Your answer should be the exact lines of the data below from the one containing "if (!PresetMembers.IsFor(use, member, s_roles)" through the one containing "if (held.Count != 2)"; please include nothing else.

● **Material to process**:
═══

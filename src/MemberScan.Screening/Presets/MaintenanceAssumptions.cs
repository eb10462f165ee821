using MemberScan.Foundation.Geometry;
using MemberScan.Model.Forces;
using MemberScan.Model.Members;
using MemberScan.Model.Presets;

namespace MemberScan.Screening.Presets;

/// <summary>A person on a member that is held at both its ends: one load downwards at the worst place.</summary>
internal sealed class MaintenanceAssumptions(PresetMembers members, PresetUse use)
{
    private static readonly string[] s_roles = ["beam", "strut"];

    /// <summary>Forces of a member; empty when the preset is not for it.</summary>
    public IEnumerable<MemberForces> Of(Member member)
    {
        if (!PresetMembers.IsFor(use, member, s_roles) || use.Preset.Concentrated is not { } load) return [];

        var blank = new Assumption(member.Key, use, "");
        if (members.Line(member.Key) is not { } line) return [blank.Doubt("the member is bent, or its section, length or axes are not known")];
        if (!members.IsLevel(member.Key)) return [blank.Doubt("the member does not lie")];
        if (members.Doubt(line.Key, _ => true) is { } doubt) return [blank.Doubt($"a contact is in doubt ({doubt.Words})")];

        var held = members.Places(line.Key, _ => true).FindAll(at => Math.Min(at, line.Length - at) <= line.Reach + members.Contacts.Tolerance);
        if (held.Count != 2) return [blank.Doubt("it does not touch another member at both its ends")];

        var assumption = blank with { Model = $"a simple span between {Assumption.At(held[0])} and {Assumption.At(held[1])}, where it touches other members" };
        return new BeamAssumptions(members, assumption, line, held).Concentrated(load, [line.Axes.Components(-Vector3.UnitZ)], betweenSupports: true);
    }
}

═══

● **Written answer**:
        if (!PresetMembers.IsFor(use, member, s_roles) || use.Preset.Concentrated is not { } load) return [];

        var blank = new Assumption(member.Key, use, "");
        if (members.Line(member.Key) is not { } line) return [blank.Doubt("the member is bent, or its section, length or axes are not known")];
        if (!members.IsLevel(member.Key)) return [blank.Doubt("the member does not lie")];
        if (members.Doubt(line.Key, _ => true) is { } doubt) return [blank.Doubt($"a contact is in doubt ({doubt.Words})")];

        var held = members.Places(line.Key, _ => true).FindAll(at => Math.Min(at, line.Length - at) <= line.Reach + members.Contacts.Tolerance);
        if (held.Count != 2) return [blank.Doubt("it does not touch another member at both its ends")];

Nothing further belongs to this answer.